10% of Firefox crashes are caused by bitflips

How Firefox Is Attributing Crashes to Bitflips

  • Firefox added a post-crash memory tester that runs on user machines; code is public (Rust runner + separate memtest crate).
  • Described techniques include:
    • Writing known bit patterns to RAM and reading back to detect flips.
    • Using “magic” sentinel values in data structures and checking whether they differ by only one or a few bits.
  • Reported measurement: ~5% of crashes flagged as “potentially” due to bad/flaky memory; author then extrapolates up to ~10–15% with a “conservative heuristic,” which is not fully explained.
  • Several commenters note that “potential” and the missing details make the true rate unclear.

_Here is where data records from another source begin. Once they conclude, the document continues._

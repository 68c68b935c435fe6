import Database from 'better-sqlite3';
import { describe, expect, it } from 'vitest';
import { afterPosition, containing, cutPage, decodeCursor, directionOf, encodeCursor } from './keyset.ts';
import { Invalid } from './problems.ts';

interface Row {
  id: string;
  at: string | null;
}

function listed(rows: readonly Row[], sort: string, limit: number): Row[][] {
  const db = new Database(':memory:');
  db.exec('CREATE TABLE t (id TEXT, at TEXT)');
  for (const row of rows) db.prepare('INSERT INTO t VALUES (?, ?)').run(row.id, row.at);
  const { descending } = directionOf(sort);
  const way = descending ? 'DESC' : 'ASC';
  const pages: Row[][] = [];
  let cursor: string | undefined;
  do {
    const after = afterPosition('at', 'id', descending, decodeCursor(cursor, sort), true);
    const found = db
      .prepare(`SELECT id, at FROM t WHERE 1 = 1${after.sql} ORDER BY at ${way}, id ${way} LIMIT ?`)
      .all(...after.values, limit + 1) as Row[];
    const page = cutPage(
      found,
      limit,
      sort,
      (row) => ({ value: row.at, id: row.id }),
      (row) => row,
    );
    pages.push(page.items);
    cursor = page.nextCursor ?? undefined;
  } while (cursor !== undefined);
  db.close();
  return pages;
}

const rows: Row[] = [
  { id: 'a', at: null },
  { id: 'b', at: '2026-01-02' },
  { id: 'c', at: '2026-01-01' },
  { id: 'd', at: null },
  { id: 'e', at: '2026-01-02' },
  { id: 'f', at: '2026-01-02' },
];

describe('pages by keyset', () => {
  it.each([
    ['at', 'adcbef'],
    ['-at', 'febcda'],
  ])('sorted by %s show every row once, with ties and empty values', (sort, order) => {
    for (const limit of [1, 2, 3, 6, 10]) {
      const pages = listed(rows, sort, limit);
      expect(
        pages
          .flat()
          .map((row) => row.id)
          .join(''),
      ).toBe(order);
      expect(pages.every((page) => page.length <= limit)).toBe(true);
    }
  });

  it('refuse a cursor that is not of this list', () => {
    expect(decodeCursor(undefined, 'at')).toBeNull();
    const cursor = encodeCursor('at', { value: '2026-01-02', id: 'b' });
    expect(decodeCursor(cursor, 'at')).toEqual({ value: '2026-01-02', id: 'b' });
    for (const wrong of ['nonsense', encodeCursor('-at', { value: null, id: 'b' }), btoa('{"a":1}')]) {
      expect(() => decodeCursor(wrong, 'at')).toThrow(Invalid);
    }
  });

  it('take the signs of a search literally', () => {
    expect(containing('50%_\\')).toBe('%50\\%\\_\\\\%');
  });
});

Skepticism About the 10–15% Claim

  • Some find 10% of crashes from hardware defects “huge” and hard to believe, suspecting biased telemetry (e.g., small number of very bad machines).
  • Others criticize the extrapolation from 5% to 10% as unsupported handwaving.
  • Concerns that rare races, allocator or kernel bugs, or Firefox-specific issues could be misclassified as hardware faults.
  • Counter‑argument: large-scale crash triage in other systems (OSes, games, Go toolchain) also reveals a nontrivial tail of crashes best explained by memory or CPU faults.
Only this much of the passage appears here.